Page MenuHomePhabricator

Request increased quota for integration Cloud VPS project
Closed, ResolvedPublic

Description

Project Name: integration
Type of quota increase requested: disk IO rate limit
Reason:

The integration project holds Docker daemon used for the CI workflow. Some of the build creates a lot of files on disk which takes a fairly long time (minutes) to reap off when deleting the container. It got first noticed immediately after the migration to Ceph in October 2020.

The default WMCS limits are:

quota:disk_read_iops_sec='5000'
quota:disk_total_bytes_sec='200000000'
quota:disk_write_iops_sec='500'

@Andrew created us a new flavor with 4 times the limits (I don't have access to the exact limits).

We still have disk slowness which are noticeable whenever doing heavy write operations. From a conversation with @aborrero
and @dcaro this morning, it seems the limits are easy to raise and there is room to raise them hence this task.

I don't know which limits will be fine. Last time I have created a Grafana board representing the IO latency and operations per seconds which can help track progress: https://grafana-labs.wikimedia.org/d/Yj81kH2Gk/cloud-project-io-metrics

We can probably migrate half of the instance and compare how things get improved.

From T266777#6598396 there is another Qemu parameter to allow burst limits:

iops_max=bm,iops_rd_max=rm,iops_wr_max=wm
Specify bursts in requests per second, either for all request types or for reads or writes only. Bursts allow the guest I/O to spike above the limit temporarily.

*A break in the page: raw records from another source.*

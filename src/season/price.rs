//! The price of today's choice: what a mix held until the next decision changes by the end of the season.
//!
//! Methods: `docs/methods.md`, section 8.

use std::sync::Mutex;

use chrono::{Days, NaiveDate, NaiveTime};
use rayon::prelude::*;

use crate::mix::{Perturbed, Setting};
use crate::profile::Profile;
use crate::rank::Progress;
use crate::site::Strategy;

use super::outcome::{Exhausted, season_site};
use super::plan::Plan;
use super::reached;
use super::run::{Choosing, Setup, run};
use super::skies::Skies;
use super::tally::Score;

/// Members behind the range of a price (choice: each costs a season for every mix).
pub const PRICE_MEMBERS: usize = 5;

/// What the prices of mixes are asked with.
#[derive(Clone, Copy)]
pub struct Pricing<'a> {
    /// The cast.
    pub start: &'a Profile,
    /// Its perturbed cases.
    pub perturbed: &'a Perturbed,
    /// The day of the cast.
    pub begins: NaiveDate,
    /// The day decided for: from the cast to it what is set now stays.
    pub on: NaiveDate,
    /// What is set now.
    pub now: Option<&'a Setting>,
    /// The plan.
    pub plan: &'a Plan,
    /// The case.
    pub skies: &'a Skies,
    /// Days until the next decision, and between those after it.
    pub decide_days: u32,
}

/// A change in days against the mix that prices are told against, with its range over the members.
#[derive(Debug, Clone, Copy, PartialEq)]
pub struct Change {
    /// From the cast as it is.
    pub days: i64,
    /// Least and greatest over the members and the cast itself.
    pub range: (i64, i64),
}

impl Change {
    fn of(days: i64, members: impl Iterator<Item = i64>) -> Self {
        let range = members.fold((days, days), |(low, high), one| (low.min(one), high.max(one)));
        Self { days, range }
    }

    /// Whether it is more than can be told: all of its range lies on one side of no change.
    pub fn is_told(self) -> bool {
        self.range.0 > 0 || self.range.1 < 0
    }
}

/// The price of a mix.
#[derive(Debug, Clone, Copy, PartialEq)]
pub struct Price {
    /// Days by which cold water runs out later; `None` where that is not known. A season in which it does not run out
    /// counts as running out on the day after its last.
    pub exhausted: Option<Change>,
    /// Days more outside the hard targets.
    pub outside: Change,
}

/// What a season comes to, as far as prices go.
#[derive(Debug, Clone, Copy)]
struct Cost {
    exhausted: Option<NaiveDate>,
    outside: u32,
}

/// The price of each mix if it is held until the next decision and the best mix of the day is set from then on: against
/// the first of them. `None` where the caller stops it, or the cast shows no water.
pub fn prices(of: &Pricing, mixes: &[&Setting], progress: Progress) -> Option<Vec<Price>> {
    let columns = of.perturbed.columns().take(PRICE_MEMBERS);
    let perturbed = columns.map(|column| Profile { column: column.clone(), ..of.start.clone() });
    let casts: Vec<Profile> = std::iter::once(of.start.clone()).chain(perturbed).collect();
    let casts: Vec<(Profile, NaiveDate)> =
        casts.iter().map(|cast| today(of, cast, progress)).collect::<Option<_>>()?;
    let jobs: Vec<(usize, usize)> =
        (0..casts.len()).flat_map(|cast| (0..mixes.len()).map(move |mix| (cast, mix))).collect();
    let done = Mutex::new(0_usize);
    let cost = |&(cast, mix): &(usize, usize)| {
        let (start, begins) = casts.get(cast)?;
        let cost = held(of, start, *begins, mixes.get(mix)?, progress)?;
        let count = done.lock().map_or(0, |mut done| {
            *done += 1;
            *done
        });
        progress(count as f64 / jobs.len() as f64).is_continue().then_some(cost)
    };
    let costs: Vec<Cost> = jobs.par_iter().map(cost).collect::<Option<_>>()?;
    let by_cast: Vec<&[Cost]> = costs.chunks(mixes.len().max(1)).collect();
    Some((0..mixes.len()).filter_map(|mix| price(&by_cast, mix)).collect())
}

/// The price of a mix, from the costs of every mix on the cast and on each member.
fn price(by_cast: &[&[Cost]], mix: usize) -> Option<Price> {
    let pairs: Vec<(Cost, Cost)> =
        by_cast.iter().filter_map(|costs| Some((*costs.first()?, *costs.get(mix)?))).collect();
    let later = |(base, this): &(Cost, Cost)| Some((this.exhausted? - base.exhausted?).num_days());
    let more = |(base, this): &(Cost, Cost)| i64::from(this.outside) - i64::from(base.outside);
    let (cast, members) = pairs.split_first()?;
    let outside = Change::of(more(cast), members.iter().map(more));
    let exhausted = later(cast).map(|days| Change::of(days, members.iter().filter_map(later)));
    Some(Price { exhausted, outside })
}

/// The pool on the day decided for, after what is set now has been held since the cast.
fn today(of: &Pricing, cast: &Profile, progress: Progress) -> Option<(Profile, NaiveDate)> {
    if of.begins >= of.on || of.now.is_none() {
        return Some((cast.clone(), of.begins));
    }
    let last = of.on.pred_opt()?;
    let days = of.plan.days.iter().filter(|day| day.date <= last).copied().collect::<Vec<_>>();
    if days.last().is_none_or(|day| day.date < last) {
        return Some((cast.clone(), of.begins));
    }
    let until = Plan { days, ..of.plan.clone() };
    // whoever is told how much is done is told of the seasons that follow
    let before =
        run(&Setup { plan: &until, ..setup(of, cast, of.begins, of.now, of.on) }, &|_| progress(0.0))?;
    let site = &of.skies.site;
    let at = of.on.and_time(NaiveTime::MIN).and_local_timezone(site.offset).single()?;
    Some((before.days.last()?.layers.profile(site, at)?, of.on))
}

fn setup<'a>(
    of: &Pricing<'a>,
    start: &'a Profile,
    begins: NaiveDate,
    now: Option<&'a Setting>,
    decides: NaiveDate,
) -> Setup<'a> {
    Setup {
        start,
        begins,
        decides,
        now,
        plan: of.plan,
        skies: of.skies,
        choosing: Choosing::By(Strategy::Best),
        decide_days: of.decide_days,
    }
}

/// What comes of holding a mix until the next decision.
fn held(of: &Pricing, start: &Profile, begins: NaiveDate, mix: &Setting, progress: Progress) -> Option<Cost> {
    let next = of.on.checked_add_days(Days::new(of.decide_days.into()))?;
    let setup = setup(of, start, begins, Some(mix), next);
    let season = run(&setup, &|_| progress(0.0))?;
    let site = season_site(&setup);
    let reached = reached::reached(&setup, &site, &season);
    let end = season.days.last().and_then(|day| day.date.succ_opt());
    let exhausted = match reached::exhausted(&reached, &season).first {
        Exhausted::On(date) => Some(date),
        Exhausted::NotBy(_) => end,
        Exhausted::Unknown(_) => None,
    };
    Some(Cost { exhausted, outside: Score::of(&setup, &season).days_outside })
}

That one is in OpenStack rocky / Nova 18.0.0+ and is exposed as disk_write_iops_sec_max

Maybe worth investigating on top of the existing limitations.

Event Timeline

Repeating here:
I've added a burst configuration for 3x the iops for 10s for that flavor, might require stopping and starting (not restarting) the VMs:

root@cloudvirt1024:~# openstack --os-project-id integration flavor show g2.cores8.ram24.disk80.4xiops
+----------------------------+------------------------------------------------------------------------------------------------------------------------------------------------------------------------------------------------------------------------------------------+

FieldValue

+----------------------------+------------------------------------------------------------------------------------------------------------------------------------------------------------------------------------------------------------------------------------------+

OS-FLV-DISABLED:disabledTrue
OS-FLV-EXT-DATA:ephemeral0
access_project_idsintegration
disk80
idc86647d3-d157-43fa-9849-2bd16ef27a5f
nameg2.cores8.ram24.disk80.4xiops
os-flavor-access:is_publicFalse
propertiesaggregate_instance_extra_specs:ceph='true', quota:disk_read_iops_sec='20000', quota:disk_total_bytes_sec='800000000', quota:disk_write_iops_sec='2000', quota:disk_write_iops_sec_max='60000', quota:disk_write_iops_sec_max_length='10'
ram24576
rxtx_factor1.0
swap
vcpus8

+----------------------------+------------------------------------------------------------------------------------------------------------------------------------------------------------------------------------------------------------------------------------------+

Can you try that and report back if there was any change?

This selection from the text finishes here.